** Records from a data source **
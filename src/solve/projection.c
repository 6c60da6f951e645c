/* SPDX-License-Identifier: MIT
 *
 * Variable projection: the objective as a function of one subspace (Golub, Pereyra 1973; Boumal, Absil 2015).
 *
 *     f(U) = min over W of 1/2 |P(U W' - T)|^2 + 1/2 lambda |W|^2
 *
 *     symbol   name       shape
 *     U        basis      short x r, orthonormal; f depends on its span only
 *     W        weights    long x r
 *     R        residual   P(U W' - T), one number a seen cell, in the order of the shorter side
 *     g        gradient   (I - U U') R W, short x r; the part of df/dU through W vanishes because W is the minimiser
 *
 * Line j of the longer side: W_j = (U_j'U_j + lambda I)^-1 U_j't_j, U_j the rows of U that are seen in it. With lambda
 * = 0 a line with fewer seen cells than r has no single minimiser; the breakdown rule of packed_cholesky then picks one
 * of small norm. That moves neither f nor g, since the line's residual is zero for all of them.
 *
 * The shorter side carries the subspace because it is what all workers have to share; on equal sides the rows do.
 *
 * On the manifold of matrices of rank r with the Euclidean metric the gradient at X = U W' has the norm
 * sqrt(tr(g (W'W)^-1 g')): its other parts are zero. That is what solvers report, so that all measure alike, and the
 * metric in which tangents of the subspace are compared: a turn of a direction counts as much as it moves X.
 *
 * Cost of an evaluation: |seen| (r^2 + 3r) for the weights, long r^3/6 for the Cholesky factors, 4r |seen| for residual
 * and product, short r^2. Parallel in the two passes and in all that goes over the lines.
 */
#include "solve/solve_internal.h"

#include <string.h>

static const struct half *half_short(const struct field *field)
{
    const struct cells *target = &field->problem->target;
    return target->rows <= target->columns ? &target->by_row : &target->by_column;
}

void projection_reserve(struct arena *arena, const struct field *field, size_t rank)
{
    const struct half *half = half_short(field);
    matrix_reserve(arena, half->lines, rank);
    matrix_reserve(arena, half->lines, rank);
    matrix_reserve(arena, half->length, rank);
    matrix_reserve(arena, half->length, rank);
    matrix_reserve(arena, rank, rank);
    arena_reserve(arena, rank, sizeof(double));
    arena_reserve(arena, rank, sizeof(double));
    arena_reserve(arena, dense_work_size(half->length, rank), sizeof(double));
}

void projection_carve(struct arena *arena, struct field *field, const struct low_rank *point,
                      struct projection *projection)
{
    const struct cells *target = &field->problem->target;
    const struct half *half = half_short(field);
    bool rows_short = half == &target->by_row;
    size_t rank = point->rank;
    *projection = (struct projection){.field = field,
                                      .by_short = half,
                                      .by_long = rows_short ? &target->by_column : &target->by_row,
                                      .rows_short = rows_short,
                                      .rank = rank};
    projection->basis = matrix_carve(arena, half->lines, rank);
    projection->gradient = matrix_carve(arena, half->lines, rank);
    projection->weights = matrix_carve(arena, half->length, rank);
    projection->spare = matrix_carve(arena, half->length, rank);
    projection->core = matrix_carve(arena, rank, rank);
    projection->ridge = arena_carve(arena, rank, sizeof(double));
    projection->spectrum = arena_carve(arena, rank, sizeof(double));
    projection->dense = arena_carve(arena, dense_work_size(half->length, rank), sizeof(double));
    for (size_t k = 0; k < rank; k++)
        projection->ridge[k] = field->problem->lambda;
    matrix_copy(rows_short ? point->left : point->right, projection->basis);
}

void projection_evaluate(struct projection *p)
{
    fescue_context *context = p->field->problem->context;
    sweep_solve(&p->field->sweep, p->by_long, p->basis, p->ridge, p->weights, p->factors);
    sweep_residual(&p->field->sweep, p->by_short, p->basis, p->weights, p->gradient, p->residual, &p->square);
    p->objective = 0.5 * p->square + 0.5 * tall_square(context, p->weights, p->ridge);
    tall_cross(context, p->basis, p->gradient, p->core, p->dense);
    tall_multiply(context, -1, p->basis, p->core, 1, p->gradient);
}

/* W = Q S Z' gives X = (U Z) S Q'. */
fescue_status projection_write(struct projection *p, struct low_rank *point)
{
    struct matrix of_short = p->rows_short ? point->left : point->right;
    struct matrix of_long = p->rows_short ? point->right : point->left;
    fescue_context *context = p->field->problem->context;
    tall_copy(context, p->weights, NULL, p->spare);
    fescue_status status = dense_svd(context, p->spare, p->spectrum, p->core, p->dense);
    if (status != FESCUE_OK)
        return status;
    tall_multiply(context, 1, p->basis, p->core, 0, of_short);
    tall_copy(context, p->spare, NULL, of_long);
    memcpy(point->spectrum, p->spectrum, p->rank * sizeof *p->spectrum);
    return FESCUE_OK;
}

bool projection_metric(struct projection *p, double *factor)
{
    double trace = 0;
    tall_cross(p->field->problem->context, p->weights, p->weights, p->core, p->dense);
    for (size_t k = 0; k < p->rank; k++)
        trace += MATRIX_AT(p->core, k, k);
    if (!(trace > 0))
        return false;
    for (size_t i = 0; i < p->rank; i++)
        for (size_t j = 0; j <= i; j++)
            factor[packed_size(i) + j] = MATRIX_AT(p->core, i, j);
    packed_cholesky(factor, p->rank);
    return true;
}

** EXERCISE AIM **
Given the records above, reproduce precisely and only the lines between the line holding "p->spectrum, p->core, p->dense);" and the line holding "return false;", inclusive.

** TASK RESULT **
    fescue_status status = dense_svd(context, p->spare, p->spectrum, p->core, p->dense);
    if (status != FESCUE_OK)
        return status;
    tall_multiply(context, 1, p->basis, p->core, 0, of_short);
    tall_copy(context, p->spare, NULL, of_long);
    memcpy(point->spectrum, p->spectrum, p->rank * sizeof *p->spectrum);
    return FESCUE_OK;
}

bool projection_metric(struct projection *p, double *factor)
{
    double trace = 0;
    tall_cross(p->field->problem->context, p->weights, p->weights, p->core, p->dense);
    for (size_t k = 0; k < p->rank; k++)
        trace += MATRIX_AT(p->core, k, k);
    if (!(trace > 0))
        return false;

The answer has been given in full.